- Theatrical release poster
- Directed by: Eddie Romero
- Screenplay by: Eddie Romero
- Story by: Eddie Romero
- Produced by: Antonio Co
- Starring: Vic Vargas; Rafael Roco, Jr.; Roland Dantes; Chanda Romero;
- Cinematography: Justo Paulino
- Edited by: Ben Barcelon
- Music by: Vic Santiago; Berg Villapando; Marilyn Villapando;
- Production company: Hemisphere Pictures
- Release date: December 24, 1977;
- Country: Philippines
- Language: Filipino

= Banta ng Kahapon =

Banta ng Kahapon is a 1977 Philippine action film directed by Eddie Romero and starring Vic Vargas, Rafael Roco Jr., Roland Dantes, and Chanda Romero.

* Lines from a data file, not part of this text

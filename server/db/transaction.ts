import { AsyncLocalStorage } from 'node:async_hooks';
import type { DataSource, EntityManager } from 'typeorm';
import { connectionIsClean, rawConnection } from './connection-guard';

/**
 * Writes to the database go through here.
 *
 * TypeORM's better-sqlite3 driver has one connection and one shared query runner, so two
 * transactions that overlap in time (an `await` on something slow inside one of them) would nest
 * into each other, and a plain write made meanwhile would join the open transaction. Every write
 * therefore waits its turn on one queue per data source. A call made while already inside
 * `inTransaction` joins the outer transaction instead of waiting for itself.
 *
 * Keep transactions short: no password hashing, network or file I/O inside them.
 *
 * After every unit of work in the queue the connection is verified to be inside no transaction
 * (connection-guard.ts keeps TypeORM's runner honest after a failed COMMIT). A unit that leaves one
 * open is rolled back and refused, so the next unit never joins a transaction that will not commit.
 */

const queues = new WeakMap<DataSource, Promise<unknown>>();
const current = new AsyncLocalStorage<{ dataSource: DataSource; manager: EntityManager | null }>();

/**
 * Rolls back a transaction a unit left open behind TypeORM's back (the runner believes in none, the
 * connection is in one); true if one was. A transaction TypeORM knows of is left to its owner.
 */
function leftOpen(dataSource: DataSource): boolean {
  if (!dataSource.isInitialized || connectionIsClean(dataSource)) return false;
  const runner = dataSource.createQueryRunner();
  if (runner.isTransactionActive) return false;
  rawConnection(dataSource).exec('ROLLBACK');
  return true;
}

async function checked<T>(dataSource: DataSource, work: () => Promise<T>): Promise<T> {
  let result: T;
  try {
    result = await work();
  } catch (error) {
    leftOpen(dataSource);
    throw error;
  }
  if (leftOpen(dataSource)) throw new Error('A unit of work left the database connection inside a transaction; it was rolled back and nothing of it was stored.');
  return result;
}

function enqueue<T>(dataSource: DataSource, unit: () => Promise<T>): Promise<T> {
  const previous = queues.get(dataSource) ?? Promise.resolve();
  const work = () => checked(dataSource, unit);
  const run = previous.then(work, work);
  queues.set(
    dataSource,
    run.then(
      () => undefined,
      () => undefined,
    ),
  );
  return run;
}

/** Runs `work` in one transaction: all of it is stored, or none of it. */
export function inTransaction<T>(dataSource: DataSource, work: (manager: EntityManager) => Promise<T>): Promise<T> {
  const outer = current.getStore();
  if (outer && outer.dataSource === dataSource) {
    if (outer.manager) return work(outer.manager);
    return dataSource.transaction((manager) => current.run({ dataSource, manager }, () => work(manager)));
  }
  return enqueue(dataSource, () =>
    dataSource.transaction((manager) => current.run({ dataSource, manager }, () => work(manager))),
  );
}

/** Runs a single write (or a few that need no atomicity) in turn with the transactions. */
export function withWriteLock<T>(dataSource: DataSource, work: () => Promise<T>): Promise<T> {
  const outer = current.getStore();
  if (outer && outer.dataSource === dataSource) return work();
  return enqueue(dataSource, () => current.run({ dataSource, manager: null }, work));
}
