import { randomBytes } from 'node:crypto';
import type { DataSource } from 'typeorm';
import { AppSetting } from './entities/index';
import { withWriteLock } from './transaction';

/**
 * The session secret when SESSION_SECRET is not set (outside production only): generated once per
 * database and kept in it, so restarting the server keeps everyone signed in.
 */
export async function storedSessionSecret(dataSource: DataSource): Promise<string> {
  const settings = dataSource.getRepository(AppSetting);
  await withWriteLock(dataSource, () =>
    settings
      .createQueryBuilder()
      .insert()
      .into(AppSetting)
      .values({ key: 'session_secret', value: randomBytes(32).toString('hex') })
      .orIgnore()
      .execute(),
  );
  const row = await settings.findOneByOrFail({ key: 'session_secret' });
  return row.value;
}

Set during the 1969 Philippine House of Representatives elections, it follows the motive of "guns, goons, and gold."

==Cast==
- Vic Vargas
- Rafael Roco Jr.
- Roland Dantes
- Chanda Romero
- Lito Legaspi
- John Soberano
- Roderick Paulate
- Ruben Rustia
- Karim Kiram
- Romero Rivera
- Henry Salcedo
- Oliva O'Hara
- Celita DeCastro

==Reception==
The film won the 1978 Gawad Urian Award for "Best Editing" by Ben Barcelon. It was also nominated in those awards for Best Picture, Best Director, and Best Screenplay of 1978. It was an official entry in the 1977 Metro Manila Film Festival.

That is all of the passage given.